Heraldo morreu em 1975. Foi substituído brevemente por Morais, que gravou O Africanto dos Tincoãs. Badu entraria em dezembro daquele ano, depois de ser descoberto cantando numa boate do Rio. “O dono do local me disse que o Adelzon Alves estava à procura de um vocalista para os Tincoãs”, lembra. A princípio, o repertório soou estranho para um crooner acostumado aos sucessos da discoteca. Mas depois se acostumou. “Eu até passei a dizer nas entrevistas que era baiano”, diverte-se. Aleluia, Dadinho e Badu gravaram Os Tincoãs, de 1977. É desse álbum Cordeiro de Nanã, gravada posteriormente por João Gilberto. A pouca aceitação comercial do grupo fez com que Badu anunciasse a sua despedida do trio. Aleluia e Dadinho, no entanto, continuaram o legado dos mestres do soul afro baiano. Em 1986, já morando em Angola, eles lançaram o álbum Mateus e Dadinho. Aleluia, por seu turno, assumiu um cargo no governo local.  “Minha missão era identificar a influência brasileira na cultura angolana e pesquisar sobre candomblé e quimbanda.”

 

O retorno de Mateus Aleluia foi marcado por um período de criatividade. Ele lançou dois discos, ambos com repertório e sonoridades impecáveis: Cinco Sentidos, de 2010, e Fogueira Doce, de 2017. No início de dezembro, ele participa de um tributo ao disco Bad Donato, do bossanovista João Donato em Los Angeles, e faz apresentações solo na universidade do local.
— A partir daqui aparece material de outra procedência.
import request from 'supertest';
import { describe, expect, it } from 'vitest';
import { Radio } from '../../server/models';
import { buildUser, call, signIn, type TestContext, unique, useApi } from '../helpers/api';
import { manualClock } from '../helpers/clock';
import { buildNeighbourhood, buildNode, buildRadio } from '../helpers/factories';

// Starts at the real time, so links created by the factories are not "older" than the reports.
const clock = manualClock(new Date().toISOString());

// Each test takes its own pair of MACs (the database is shared by the file's tests).
let macSerial = 0;
const macPair = () => {
  macSerial++;
  const hex = macSerial.toString(16).padStart(2, '0');
  return [`02:00:5e:${hex}:00:0a`, `02:00:5e:${hex}:00:0b`];
};

async function tokenFor(ctx: TestContext, nodeId: number) {
  const admin = await signIn(ctx, await buildUser({ role: 'admin' }));
  const res = await call(admin, 'post', `/api/v1/nodes/${nodeId}/ingest-token`);
  expect(res.status).toBe(201);
  return res.body.token as string;
}

/** Two nodes in one neighbourhood, each with a backhaul radio on wlan0 and its own token. */
async function pairScene(ctx: TestContext) {
  const operator = await buildUser({ role: 'operator' });
  const hood = await buildNeighbourhood({ operators: [operator] });
  const a = await buildNode({ neighbourhoodId: hood.id, name: unique('Mill roof') });
  const b = await buildNode({ neighbourhoodId: hood.id, name: unique('Chapel roof') });
  const radioA = await buildRadio({ nodeId: a.id, iface: 'wlan0' });
  const radioB = await buildRadio({ nodeId: b.id, iface: 'wlan0' });
  const tokens = new Map([
    [a.id, await tokenFor(ctx, a.id)],
    [b.id, await tokenFor(ctx, b.id)],
  ]);
  const seqs = new Map<number, number>();
  const report = async (nodeId: number, radio: object) => {
    const seq = (seqs.get(nodeId) ?? 0) + 1;
    seqs.set(nodeId, seq);
    const res = await request(ctx.app)
      .post('/api/v1/heartbeats')
      .set('Authorization', `Bearer ${tokens.get(nodeId)}`)
      .send({ seq, sentAt: clock.now().toISOString(), radios: [{ iface: 'wlan0', ...radio }] });
    expect(res.status).toBe(202);
  };
  return { operator, hood, a, b, radioA, radioB, report, agent: await signIn(ctx, operator) };
}

const topology = async (agent: Parameters<typeof call>[0]) => {
  const res = await call(agent, 'get', '/api/v1/topology');
  expect(res.status).toBe(200);
  return res.body.data;
};

describe('radios learn their MAC and links are discovered from reports', () => {
  const ctx = useApi({ now: clock.now });

  it('two nodes naming each other appear as a discovered link; adding it to the inventory clears the finding', async () => {
    const [MAC_A, MAC_B] = macPair();
    const s = await pairScene(ctx);
    // Upper-case from the node, stored in one spelling.
    await s.report(s.a.id, { mac: MAC_A.toUpperCase(), peerMac: MAC_B, signalDbm: -61 });
    clock.advance(20);
    await s.report(s.b.id, { mac: MAC_B, peerMac: MAC_A.toUpperCase(), signalDbm: -64 });

    const radio = await call(s.agent, 'get', `/api/v1/radios/${s.radioA.id}`);
    expect(radio.status).toBe(200);
    expect(radio.body.data.mac).toBe(MAC_A);

    const before = await topology(s.agent);
    expect(before.links).toEqual([]);
    expect(before.discoveredLinks).toEqual([
      {
        nodeAId: s.a.id,
        nodeBId: s.b.id,
        radioAId: s.radioA.id,
        radioBId: s.radioB.id,
        signalDbm: -64,
        lastSeenAt: clock.now().toISOString(),
        abilities: { add: true },
      },
    ]);

    // The map's "add to the inventory" posts exactly the pair it shows.
    const d = before.discoveredLinks[0];
    const added = await call(s.agent, 'post', '/api/v1/links', { radioAId: d.radioAId, radioBId: d.radioBId, status: 'live' });
    expect(added.status).toBe(201);

    const after = await topology(s.agent);
    expect(after.discoveredLinks).toEqual([]);
    expect(after.links).toHaveLength(1);
    expect(after.links[0]).toMatchObject({ id: added.body.data.id, observed: true, observedSignalDbm: -64, plannedButSilent: false });
  });

  it('a link stops being observed 15 minutes after the last report naming its peer, and is flagged silent after a day', async () => {
    const [MAC_A, MAC_B] = macPair();
    const s = await pairScene(ctx);
    const link = await call(s.agent, 'post', '/api/v1/links', { radioAId: s.radioA.id, radioBId: s.radioB.id, status: 'live' });
    expect(link.status).toBe(201);
    // Before any MAC is known nobody could recognise the link on the air: not observed, not "silent" either.
    clock.advance(2 * 86_400);
    expect((await topology(s.agent)).links[0]).toMatchObject({ observed: false, observedSignalDbm: null, lastObservedAt: null, plannedButSilent: false });

    await s.report(s.b.id, { mac: MAC_B });
    await s.report(s.a.id, { mac: MAC_A, peerMac: MAC_B, signalDbm: -58 });
    expect((await topology(s.agent)).links[0]).toMatchObject({ observed: true, observedSignalDbm: -58, plannedButSilent: false });

    clock.advance(14 * 60);
    expect((await topology(s.agent)).links[0].observed).toBe(true);
    clock.advance(61);
    expect((await topology(s.agent)).links[0]).toMatchObject({ observed: false, observedSignalDbm: null, plannedButSilent: false });

    // Both nodes keep reporting, but neither names the other any more (an antenna re-aimed).
    clock.advance(86_400 - 15 * 60);
    await s.report(s.a.id, { mac: MAC_A, signalDbm: -90 });
    await s.report(s.b.id, { mac: MAC_B });
    const silent = (await topology(s.agent)).links[0];
    // The last sighting now lies beyond the day Parapet looks back over.
    expect(silent).toMatchObject({ observed: false, observedSignalDbm: null, lastObservedAt: null, plannedButSilent: true });
    // The overview flags it too, for the operator who looks after either end.
    const overview = await call(s.agent, 'get', '/api/v1/overview');
    expect(overview.status).toBe(200);
    expect(overview.body.data.silentLinks).toEqual([
      { id: link.body.data.id, name: null, status: 'live', nodeAId: s.a.id, nodeAName: s.a.name, nodeBId: s.b.id, nodeBName: s.b.name, lastObservedAt: null },
    ]);
  });

  it('a MAC that turns up on another node is shown as a moved radio and the old radio forgets it', async () => {
    const [MAC_A] = macPair();
    const s = await pairScene(ctx);
    const c = await buildNode({ neighbourhoodId: s.hood.id, name: unique('Bakery roof') });
    const radioC = await buildRadio({ nodeId: c.id, iface: 'wlan1' });
    const tokenC = await tokenFor(ctx, c.id);
    await s.report(s.a.id, { mac: MAC_A });
    clock.advance(3600);
    // The radio that was on the mill now reports from the bakery, on another interface name.
    const res = await request(ctx.app)
      .post('/api/v1/heartbeats')
      .set('Authorization', `Bearer ${tokenC}`)
      .send({ seq: 1, sentAt: clock.now().toISOString(), radios: [{ iface: 'wlan1', mac: MAC_A }] });
    expect(res.status).toBe(202);

    expect((await Radio.findByPk(s.radioA.id))!.mac).toBeNull();
    expect((await Radio.findByPk(radioC.id))!.mac).toBe(MAC_A);
    const moves = (await topology(s.agent)).radioMoves.filter((m: { mac: string }) => m.mac === MAC_A);
    expect(moves).toEqual([
      expect.objectContaining({
        mac: MAC_A,
        fromNodeId: s.a.id,
        fromNodeName: s.a.name,
        fromIface: 'wlan0',
        toNodeId: c.id,
        toNodeName: c.name,
        toIface: 'wlan1',
        at: clock.now().toISOString(),
      }),
    ]);

    const overview = await call(s.agent, 'get', '/api/v1/overview');
    expect(overview.body.data.radioMoves.map((m: { mac: string; toNodeId: number }) => [m.mac, m.toNodeId])).toContainEqual([MAC_A, c.id]);

    // Reported again by the bakery: the move is recorded once.
    await request(ctx.app)
      .post('/api/v1/heartbeats')
      .set('Authorization', `Bearer ${tokenC}`)
      .send({ seq: 2, sentAt: clock.now().toISOString(), radios: [{ iface: 'wlan1', mac: MAC_A }] });
    expect((await topology(s.agent)).radioMoves.filter((m: { mac: string }) => m.mac === MAC_A)).toHaveLength(1);
  });

  it('shows discovered pairs only to people who may read both nodes', async () => {
    const s = await pairScene(ctx);
    await s.report(s.a.id, { mac: '02:00:5e:10:01:0a', peerMac: '02:00:5e:10:01:0b', signalDbm: -70 });
    await s.report(s.b.id, { mac: '02:00:5e:10:01:0b' });
    const mine = await topology(s.agent);
    expect(mine.discoveredLinks.filter((d: { nodeAId: number }) => d.nodeAId === s.a.id)).toHaveLength(1);

    const stranger = await signIn(ctx, await buildUser({ role: 'operator' }));
    expect((await topology(stranger)).discoveredLinks).toEqual([]);
    const host = await signIn(ctx, await buildUser({ role: 'host' }));
    expect((await topology(host)).discoveredLinks).toEqual([]);
  });

  it('refuses a malformed own MAC with 400 naming the field, storing nothing of the batch', async () => {
    const [MAC_A] = macPair();
    const s = await pairScene(ctx);
    const token = await tokenFor(ctx, s.a.id);
    const res = await request(ctx.app)
      .post('/api/v1/heartbeats')
      .set('Authorization', `Bearer ${token}`)
      .send({
        reports: [
          { seq: 1, sentAt: clock.now().toISOString(), radios: [{ iface: 'wlan0', mac: MAC_A }] },
          { seq: 2, sentAt: clock.now().toISOString(), radios: [{ iface: 'wlan0', mac: '02:00:5e:10:00' }] },
        ],
      });
    expect(res.status).toBe(400);
    expect(res.body.error.details).toEqual([
      { path: 'reports.1.radios.0.mac', message: 'reports.1.radios.0.mac must be a MAC address like 02:00:5e:10:00:01' },
    ]);
    expect((await Radio.findByPk(s.radioA.id))!.mac).toBeNull();
    const numeric = await request(ctx.app)
      .post('/api/v1/heartbeats')
      .set('Authorization', `Bearer ${token}`)
      .send({ seq: 3, sentAt: clock.now().toISOString(), radios: [{ iface: 'wlan0', mac: 42 }] });
    expect(numeric.status).toBe(400);
    expect(numeric.body.error.details[0].path).toBe('radios.0.mac');
  });
});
Badu, após os Tincoãs, foi para Madri para se apresentar num espetáculo do teatro de revista – o repertório era calcado em samba. Depois, mudou-se para as Ilhas Canárias, onde se apresenta em hotéis e casas noturnas. Mais do que uma reunião de dois velhos amigos e agregados, a performance no Teatro Castro Alves é um tributo a um dos trios mais criativos e audaciosos surgidos no cenário pop brasileiro.